Le Hispanic Society Museum & Library – l’une des importantes institutions dédiées à l’art et à la culture des pays hispanophones et lusophones, située dans le quartier de Upper Manhattan – va rouvrir le 6 avril les portes de son bâtiment principal, fermé depuis 2017, après un vaste chantier de réaménagement engagé pour un montant de 20 millions de dollars.
La cour principale de style Renaissance espagnole, avec sa spectaculaire arcade en terracotta, et la salle dédiée à la série de peintures panoramiques de Joaquín Sorolla, Vision d’Espagne, installée à l’origine en 1926, seront accessibles aux personnes handicapées pour la première fois. Le bâtiment a été rénové en modernisant la toiture, son installation électrique, ses fluides, sa peinture, l’éclairage et la signalisation.
« Nous voulions conserver la magie de ces espaces chers aux gens, mais les rendre moins poussiéreux, plus dynamiques, plus accueillants et moins secrets », explique le directeur Guillaume Kientz, qui a rejoint le musée en 2021 alors que les travaux, réalisés par Selldorf Architects et Beyer Blinder Belle Architects, étaient déjà lancés. Avant de rejoindre l’institution, le Français a été conservateur de l’art européen au Kimbell Art Museum à Fort Forth, au Texas (2019-2021), et conservateur de l’art espagnol, portugais et d’Amérique latine au musée du Louvre à Paris (2010-2019).
Conservant une collection exceptionnelle de 750 000 pièces, dont des chefs-d’œuvre du Greco, de Velázquez et de Goya, l’Hispanic Society, fondée en 1904 par le collectionneur et philanthrope Archer Huntington, est un lieu incontournable pour les chercheurs et les spécialistes de ce domaine.
Mais ses bâtiments néoclassiques centenaires, situés sur un campus de la taille d’un pâté de maisons comprenant également le Boricua College et l’American Academy of Arts and Letters, n’ont pas réussi jusqu’ici à attirer un nombreux public. De nouvelles bannières sur la façade et une signalétique sur les grilles, autorisées par la Landmarks Preservation Commission, visent à remédier à ce problème d’image.
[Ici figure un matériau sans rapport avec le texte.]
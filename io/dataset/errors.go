package dataset

import (
	"fmt"
	"strconv"
	"strings"
)

// CellError reports a cell, or a whole row, of a data file that cannot be
// read.
type CellError struct {
	Path string
	// Row is the 1-based data row; the header is not counted.
	Row int
	// Line is the file line where the row starts (CSV and TSV; quoted line
	// breaks counted), or 0 when unknown or not applicable (Parquet).
	Line int
	// Column is the column's name, or "" when the whole row is at fault
	// (a row with the wrong number of fields, or broken quoting).
	Column string
	Value  string // the cell as written
	Reason string // what is wrong, e.g. "is not a number"
	Hint   string // how to fix it, or ""
}

// Error returns a one-line message naming the file, row, line, column and
// value, followed by the hint when there is one, e.g.
//
//	data/orchard.csv: row 17 (line 18), column "grade": value "fancyy" is not one of the declared levels "cull", "standard", "fancy", "extra fancy"
func (e *CellError) Error() string {
	var b strings.Builder
	b.WriteString(e.Path)
	b.WriteString(": row ")
	b.WriteString(strconv.Itoa(e.Row))
	if e.Line > 0 {
		fmt.Fprintf(&b, " (line %d)", e.Line)
	}
	if e.Column != "" {
		fmt.Fprintf(&b, ", column %q: value %q %s", e.Column, e.Value, e.Reason)
	} else {
		b.WriteString(": ")
		b.WriteString(e.Reason)
	}
	if e.Hint != "" {
		b.WriteString(" (hint: ")
		b.WriteString(e.Hint)
		b.WriteString(")")
	}
	return b.String()
}

// MissingColumnError reports a requested column that the file lacks.
type MissingColumnError struct {
	Path   string
	Column string
	// Have lists the file's columns in file order.
	Have []string
	// Suggest is the file's column closest to Column by edit distance, or ""
	// when none is close.
	Suggest string
}

func (e *MissingColumnError) Error() string {
	var b strings.Builder
	fmt.Fprintf(&b, "%s: no column %q", e.Path, e.Column)
	if e.Suggest != "" {
		fmt.Fprintf(&b, "; did you mean %q?", e.Suggest)
	}
	q := make([]string, len(e.Have))
	for i, h := range e.Have {
		q[i] = strconv.Quote(h)
	}
	fmt.Fprintf(&b, " (the file has %s)", strings.Join(q, ", "))
	return b.String()
}

// ColumnError is a problem with a whole requested column (not one cell):
// its type in the file, or its name appearing twice in the header.
type ColumnError struct {
	Path   string
	Column string
	// Reason says what is wrong, following the column's name, e.g. "has
	// type bool, which cannot be read as numbers".
	Reason string
	Hint   string // how to fix it, or ""
}

// Error returns a one-line message naming the file and the column, followed
// by the hint when there is one, e.g.
//
//	data/plots.parquet: column "netted" has type bool, which cannot be read as numbers (hint: store it as integers 0 and 1, or as text)
func (e *ColumnError) Error() string {
	s := fmt.Sprintf("%s: column %q %s", e.Path, e.Column, e.Reason)
	if e.Hint != "" {
		s += " (hint: " + e.Hint + ")"
	}
	return s
}

// findColumns maps each requested name to its index in have. It returns a
// *MissingColumnError for the first name that is absent, and a
// *ColumnError for a requested name that the header holds more than once.
func findColumns(path string, have []string, want []ColumnSpec) ([]int, error) {
	first := make(map[string]int, len(have))
	for i, h := range have {
		if _, ok := first[h]; !ok {
			first[h] = i
		}
	}
	idx := make([]int, len(want))
	for k, c := range want {
		i, ok := first[c.Name]
		if !ok {
			return nil, &MissingColumnError{Path: path, Column: c.Name, Have: have, Suggest: suggest(c.Name, have)}
		}
		for j := i + 1; j < len(have); j++ {
			if have[j] == c.Name {
				return nil, &ColumnError{
					Path: path, Column: c.Name,
					Reason: fmt.Sprintf("appears more than once in the header (fields %d and %d)", i+1, j+1),
					Hint:   "give each column of the file its own name",
				}
			}
		}
		idx[k] = i
	}
	return idx, nil
}

// suggest returns the candidate closest to name by edit distance, when the
// distance is at most a third of the name's length (and at least 1 edit is
// allowed, at most 3); a candidate equal but for case always qualifies.
// Ties go to the earlier candidate. It returns "" when none is close.
func suggest(name string, candidates []string) string {
	limit := min(max(len([]rune(name))/3, 1), 3)
	best, bestD := "", limit+1
	for _, c := range candidates {
		if strings.EqualFold(c, name) {
			return c
		}
		if d := editDistance(name, c); d < bestD {
			best, bestD = c, d
		}
	}
	return best
}

// editDistance returns the Levenshtein distance between a and b, counted in
// runes: the fewest insertions, deletions and substitutions that turn a
// into b.
func editDistance(a, b string) int {
	ra, rb := []rune(a), []rune(b)
	prev := make([]int, len(rb)+1)
	cur := make([]int, len(rb)+1)
	for j := range prev {
		prev[j] = j
	}
	for i := 1; i <= len(ra); i++ {
		cur[0] = i
		for j := 1; j <= len(rb); j++ {
			cost := 1
			if ra[i-1] == rb[j-1] {
				cost = 0
			}
			cur[j] = min(prev[j]+1, cur[j-1]+1, prev[j-1]+cost)
		}
		prev, cur = cur, prev
	}
	return prev[len(rb)]
}
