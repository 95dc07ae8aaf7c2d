package dataset

import (
	"context"
	"crypto/sha256"
	"encoding/hex"
	"fmt"
	"io"
	"os"
)

// Read reads the columns that spec asks for from spec.Path, following the
// value rules in the package documentation, and hashes the file's bytes.
// Cancelling ctx stops the read between record batches.
//
// A cell that cannot be read is reported as a *CellError, a requested column
// that the file lacks as a *MissingColumnError, and a requested column that
// cannot be read as a whole (a Parquet type that does not fit its kind, or a
// name the header holds twice) as a *ColumnError. A file with a header and no
// data rows gives a Table with Rows 0.
func Read(ctx context.Context, spec Spec) (*Table, error) {
	if err := checkSpec(spec); err != nil {
		return nil, fmt.Errorf("read dataset %q: %w", spec.Path, err)
	}
	if err := ctx.Err(); err != nil {
		return nil, fmt.Errorf("read dataset %q: %w", spec.Path, err)
	}
	switch spec.Format {
	case CSV, TSV:
		return readText(ctx, spec, separator(spec.Format))
	case Parquet:
		return readParquet(ctx, spec)
	}
	return nil, fmt.Errorf("read dataset %q: invalid format %d", spec.Path, int(spec.Format))
}

// Header returns the file's column names, in file order, without reading
// the data: the first record of a CSV or TSV file (after any byte order
// mark), or the top-level fields of a Parquet schema. Every name is
// returned, a repeated one as often as it occurs: Header does not judge the
// names, and a caller that checks the columns it will request can report a
// repeated one itself. (Read reports a requested name that occurs twice as
// a *ColumnError.)
func Header(path string, f Format) ([]string, error) {
	switch f {
	case CSV, TSV:
		return textHeader(path, separator(f))
	case Parquet:
		return parquetHeader(path)
	}
	return nil, fmt.Errorf("read header of %q: invalid format %d", path, int(f))
}

// HashFile returns the lowercase hex SHA-256 of the file's bytes and their
// count, reading the file as a stream. [Read] hashes the bytes it parses
// itself, so its Table needs no second call.
func HashFile(path string) (string, int64, error) {
	f, err := os.Open(path)
	if err != nil {
		return "", 0, fmt.Errorf("hash %q: %w", path, err)
	}
	defer f.Close()
	sum, n, err := hashStream(f)
	if err != nil {
		return "", 0, fmt.Errorf("hash %q: %w", path, err)
	}
	return sum, n, nil
}

// hashStream returns the lowercase hex SHA-256 of the bytes read from r
// and their count.
func hashStream(r io.Reader) (string, int64, error) {
	h := sha256.New()
	n, err := io.Copy(h, r)
	if err != nil {
		return "", 0, err
	}
	return hex.EncodeToString(h.Sum(nil)), n, nil
}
« Ce musée doit attirer la communauté locale, des New-Yorkais en général et des touristes qui visitent la ville. Il doit leur donner le sentiment de faire partie de la communauté muséale, explique Guillaume Kientz. L’idée est de devenir une destination. Mais nous voulons aussi nous assurer que le lieu continue à présenter un accrochage renouvelé, avec des expositions inédites dans la cour principale tous les six mois et dans la salle des projets temporaires tous les trois mois. »
Peu après son arrivée, Guillaume Kientz s’est associé à la Northern Manhattan Arts Alliance (NoMAA) pour installer quatre peintures murales réalisées par des artistes vivants, retraçant l’histoire de l’immigration de la communauté latino-américaine dans ce quartier de Upper Manhattan, sur la Broadway Terrace, à l’intérieur des grilles, entre les 155e et 156 Rues. Il y a observé les gens venir tous les jours et prendre des selfies. « J’ai trouvé ces scènes incroyables, commente-t-il. C’est notre moteur le plus immédiat pour convaincre le public de franchir le portail. »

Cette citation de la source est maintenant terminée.